The queen mates with multiple males, so worker bees have the same mother but different fathers. Breshnahan explained that this means they share more of their mother’s genes with each other.
“This is why the Kinship Theory of Intragenomic Conflict predicts that genes inherited from the mother will support altruistic behavior in honey bees,” Breshnahan said. “A worker bee benefits more from helping, rather than competing with, her mother and sisters — who carry more copies of the worker’s genes than she could ever reproduce on her own. In contrast, in species where the female mates only once, it is instead the father’s genes that are predicted to support altruistic behavior.”
For the study, the researchers cross-bred six different lineages of honey bees — something that is relatively easy in mammals or plants, according to Bresnahan, but much harder to do with insects. He said the study wouldn’t have been possible without the honey bee breeding expertise of co-author Juliana Rangel at Texas A&M University, as well as Kate Anton who runs the Education about Production and Insemination of (honey bee) Queens program with Robyn Underwood at Penn State Extension.
The researchers investigated the worker bees’ receptivity to the pheromone that prompts the retinue behavior, as well as whether the bees deactivated their ovaries in response to the pheromone once the bee populations were crossed and the progeny were old enough.
“Finally, we used RNA sequencing to look at genome-wide gene expression in the workers, but importantly, we also sequenced the genomes of the parents of those crosses,” Bresnahan said in a statement. “So, we could develop personalized genomes for the parents, and then map back the workers’ gene expression to each parent and find out which parent’s copy of that gene is being expressed.”

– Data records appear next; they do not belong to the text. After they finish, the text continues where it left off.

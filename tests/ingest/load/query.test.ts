import { afterAll, beforeAll, describe, expect, it } from 'vitest';
import { closeEngine, openEngine, resultColumns, sqlString, type Engine } from '../../../src/ingest/load/duckdb.js';
import { cellSql } from '../../../src/ingest/load/query.js';

// The encoding table of src/ingest/load/query.ts (finite -> the number, empty -> NaN,
// nan/inf -> +Infinity, text -> -Infinity), evaluated by DuckDB itself.
let engine: Engine;
beforeAll(async () => {
  engine = await openEngine();
});
afterAll(() => closeEngine(engine));

async function encode(values: readonly (string | null)[], type = 'VARCHAR'): Promise<number[]> {
  const list = values.map((v) => (v === null ? 'NULL' : sqlString(v))).join(', ');
  const result = await engine.connection.run(
    `SELECT ${cellSql('x', type)} FROM (SELECT unnest([${list}]::${type}[]) AS x, ` +
      `generate_subscripts([${list}]::${type}[], 1) AS i) ORDER BY i`,
  );
  return Array.from(resultColumns(result)[0] as Float64Array);
}

describe('cellSql', () => {
  it('VARCHAR cells', async () => {
    const cells = [
      '0.5',
      '',
      null,
      '  ',
      'nan',
      'NaN',
      'inf',
      '-inf',
      '1e999',
      'abc',
      'TRUE',
      'false',
      ' 2.5 ',
      '-0',
      '1e-320',
    ];
    expect(await encode(cells)).toEqual([
      0.5,
      NaN,
      NaN,
      NaN,
      Infinity,
      Infinity,
      Infinity,
      Infinity,
      Infinity,
      -Infinity,
      1,
      0,
      2.5,
      -0,
      1e-320,
    ]);
  });
  it('DOUBLE cells (Parquet, or the CSV fast path)', async () => {
    expect(await encode(['1.5', null, 'nan', '-inf'], 'DOUBLE')).toEqual([1.5, NaN, Infinity, Infinity]);
  });
  it('BOOLEAN cells are 1/0; other types are not numbers', async () => {
    expect(await encode(['true', 'false', null], 'BOOLEAN')).toEqual([1, 0, NaN]);
    expect(await encode(['2024-01-01', null], 'DATE')).toEqual([-Infinity, NaN]);
  });
});
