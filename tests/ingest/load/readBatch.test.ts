import { describe, expect, it } from 'vitest';
import { planColumns } from '../../../src/ingest/plan/columns.js';
import { columnsToRead } from '../../../src/ingest/load/readBatch.js';
import { none, opts } from '../../fixtures/ingest/tree.js';

// Expected values: DESIGN.md "Inputs" (the step, tick and metric columns of a log are read; a tick
// dump's columns are all read, its seed column as seed codes), column positions counted by hand.
describe('columnsToRead', () => {
  it('columnsToRead: step, tick and metric columns of a log; every column of a dump but the seed', () => {
    expect(columnsToRead(planColumns(['step', 'loss', 'acc@0', 'seed'], none))).toEqual([0, 1, 2]);
    expect(columnsToRead(planColumns(['sample', 'tick', 'correct', 'run'], opts({ seedColumn: 'run' })))).toEqual([
      0, 1, 2,
    ]);
  });
});
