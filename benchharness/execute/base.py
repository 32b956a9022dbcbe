"""Plain data exchanged between the runner and an executor.

An executor takes a `RunSpec` (what to start, with which environment, limits
and noise controls) and returns a `Measurement` (what happened and what it
cost). Executors: `local` (real processes through a small launcher process),
`simulated` (draws run times from a known model, for tests and validation of
statistical procedures), `dask` (runs on a cluster of hosts).
"""

from __future__ import annotations

from dataclasses import dataclass, field
from typing import Callable, Mapping, Protocol

# Resource-usage fields every measurement carries, in runs.csv column order.
USAGE_FIELDS = (
    "wall_s", "user_s", "sys_s", "max_rss_kib", "minor_faults", "major_faults",
    "voluntary_switches", "involuntary_switches", "in_blocks", "out_blocks",
)

STATUSES = ("ok", "failed", "timeout", "warmup")


@dataclass(frozen=True)
class RunSpec:
    """One process to start and measure.

    Exactly one of ``argv`` (executed directly, no shell) and ``shell_command``
    (given to ``/bin/sh -c``; substituted values already quoted) is set.
    ``env`` is the child's complete environment. ``levels`` and ``run_id`` are
    informational (simulated executors use them to decide the outcome).
    """

    argv: tuple[str, ...] | None = None
    shell_command: str | None = None
    env: Mapping[str, str] = field(default_factory=dict)
    cwd: str | None = None
    timeout_s: float | None = None
    run_id: int | None = None
    levels: Mapping[str, str] = field(default_factory=dict)
    # Noise controls (measurement-quality issue); None = leave as inherited.
    cpus: tuple[int, ...] | None = None
    nice: int | None = None
    no_aslr: bool = False
    # How much of each output stream to keep (the tail), in bytes.
    capture_bytes: int = 64 * 1024
    # A file where the executor records the running child as soon as it exists
    # (``{"run", "pid", "pgid", "boot"}`` at offset 0), so that a later resume can
    # stop what a dead harness left running; costs the harness no wake-up.
    inflight_path: str | None = None


@dataclass(frozen=True)
class Measurement:
    """What one run did and cost.

    ``status`` is ``ok`` (exit code 0), ``failed`` (non-zero exit, or could
    not start) or ``timeout`` (killed after ``timeout_s``). Times are seconds,
    memory KiB (Linux ``ru_maxrss`` unit), counts are per run (not
    cumulative). ``started_at`` is ISO 8601 UTC with microseconds.
    """

    status: str
    exit_code: int | None
    wall_s: float | None
    user_s: float | None = None
    sys_s: float | None = None
    max_rss_kib: int | None = None
    minor_faults: int | None = None
    major_faults: int | None = None
    voluntary_switches: int | None = None
    involuntary_switches: int | None = None
    in_blocks: int | None = None
    out_blocks: int | None = None
    started_at: str = ""
    message: str = ""
    stdout_tail: bytes = b""
    stderr_tail: bytes = b""
    extra: Mapping[str, object] = field(default_factory=dict)


# Called by an executor as soon as the child exists: (pid, process group id).
OnStart = Callable[[int, int], None]


class Executor(Protocol):
    """Anything that can run a `RunSpec` and measure it."""

    def execute(self, spec: RunSpec, on_start: OnStart | None = None) -> Measurement:
        ...

    def close(self) -> None:
        ...
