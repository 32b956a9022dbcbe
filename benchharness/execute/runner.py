"""Executing a plan: the loop that runs, measures and journals every run.

The runner owns the order of side effects around each run — build (once per
distinct rendered form), reset (before every timed run), the run itself,
teardown (after every run) — and writes each finished run to the journal
before the next one starts. It works with any `Executor` (local processes, a
simulated system for tests, a cluster), so the same loop serves every backend.

Ctrl-C stops after recording what finished: the run in flight is killed and not
recorded, the journal is synced, ``runs.csv`` exported, and the user is told how
to resume. `resume_experiment` continues a folder from its frozen
``experiment.yaml``, ``session.json`` and ``plan.csv``: it kills a process group
the dead harness left running, skips runs already in the journal (by run id),
re-does the one that was in flight, and never records a run twice.
"""

from __future__ import annotations

import json
import os
import statistics
import sys
import time
from dataclasses import dataclass, field
from pathlib import Path
from typing import Mapping, Sequence

from benchharness.results import journal as J
from benchharness.errors import DiskFullError, ExecutionError, ResultsFolderError, is_disk_full
from benchharness.execute.base import USAGE_FIELDS, Measurement, RunSpec

DEFAULT_BASE = Path("results")


@dataclass
class RunOutcome:
    """What `run_experiment` returns: where the results are and what happened."""

    folder: Path
    seed: int
    planned: int                 # runs in the plan, warm-ups included
    counts: dict = field(default_factory=dict)  # status → number of runs recorded
    interrupted: bool = False
    notes: list = field(default_factory=list)
    stopped_early: str | None = None   # why the run stopped before the plan's end (early_stop)
    _runs: object = None

    @property
    def runs(self):
        """The runs table, equal to ``runs.csv`` (factor columns as strings)."""
        if self._runs is None:
            self._runs = J.load_results(self.folder).runs
        return self._runs


# ---------------------------------------------------------------------------
# Progress reporting (terminal bar, plain lines for logs, or nothing).

class Progress:
    def start(self, total: int, done: int, folder: Path) -> None: ...
    def advance(self, record: Mapping, label: str) -> None: ...
    def note(self, text: str) -> None: ...
    def stop(self) -> None: ...


class PlainProgress(Progress):
    """Periodic plain lines (CI logs): at most one every ``every_s`` seconds."""

    def __init__(self, stream=None, every_s: float = 10.0):
        self.stream = stream or sys.stdout
        self.every_s = every_s

    def start(self, total, done, folder):
        self.total, self.done, self.t0, self.last = total, done, time.monotonic(), 0.0
        self.first_done = done
        print(f"running {total - done} runs into {folder}", file=self.stream, flush=True)

    def advance(self, record, label):
        self.done += 1
        now = time.monotonic()
        if now - self.last >= self.every_s or self.done == self.total:
            self.last = now
            el = now - self.t0
            k = self.done - self.first_done
            eta = el / k * (self.total - self.done) if k else 0.0
            print(f"[{self.done}/{self.total}] {_fmt_dur(el)} elapsed, about {_fmt_dur(eta)} "
                  f"left; last: {label} {record.get('status')}", file=self.stream, flush=True)

    def note(self, text):
        print(text, file=self.stream, flush=True)


class RichProgress(Progress):
    """A live bar with count, elapsed, time left and the current cell."""

    def __init__(self, console=None):
        self.console = console

    def start(self, total, done, folder):
        from rich.console import Console
        from rich.progress import (BarColumn, MofNCompleteColumn, Progress as RP, TextColumn,
                                   TimeElapsedColumn, TimeRemainingColumn)

        self.console = self.console or Console(stderr=False)
        self.console.print(f"running {total - done} runs into [bold]{folder}[/bold]")
        self.bar = RP(TextColumn("{task.description}"), BarColumn(), MofNCompleteColumn(),
                      TimeElapsedColumn(), TextColumn("left"), TimeRemainingColumn(),
                      TextColumn("{task.fields[cell]}"), console=self.console,
                      refresh_per_second=4, transient=False)
        self.bar.start()
        self.task = self.bar.add_task("runs", total=total, completed=done, cell="")

    def advance(self, record, label):
        self.bar.update(self.task, advance=1, cell=label)

    def note(self, text):
        self.bar.console.print(text)

    def stop(self):
        self.bar.stop()


def _fmt_dur(s: float) -> str:
    s = int(round(s))
    if s < 60:
        return f"{s}s"
    if s < 3600:
        return f"{s // 60}m{s % 60:02d}s"
    return f"{s // 3600}h{(s % 3600) // 60:02d}m"


# ---------------------------------------------------------------------------

def default_executor(wait: bool = True):
    from benchharness.execute.local import LocalExecutor

    return LocalExecutor(wait=wait)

Bresnahan stated that they examined gene regulatory networks, or sets of genes regulated by similar transcription factors to cause comparable expression patterns, to try to visualize this battle occurring within the genome. The researchers compared how genes and transcription factors (proteins that turn genes on or off) were expressed from the mother’s copy versus those expressed from the father’s copy to see where one may try to counterbalance the effects of the other.
They were eventually able to uncover gene regulation networks with intragenomic conflict and discovered that more genes were expressed with a parental bias. This maternal- or paternal-originated expression bias is a hallmark of intragenomic conflict, according to the researchers, and it showed more frequently than it would have if the networks had been built with randomly selected genes. Furthermore, these networks included genes that earlier studies has linked to retinue behavior.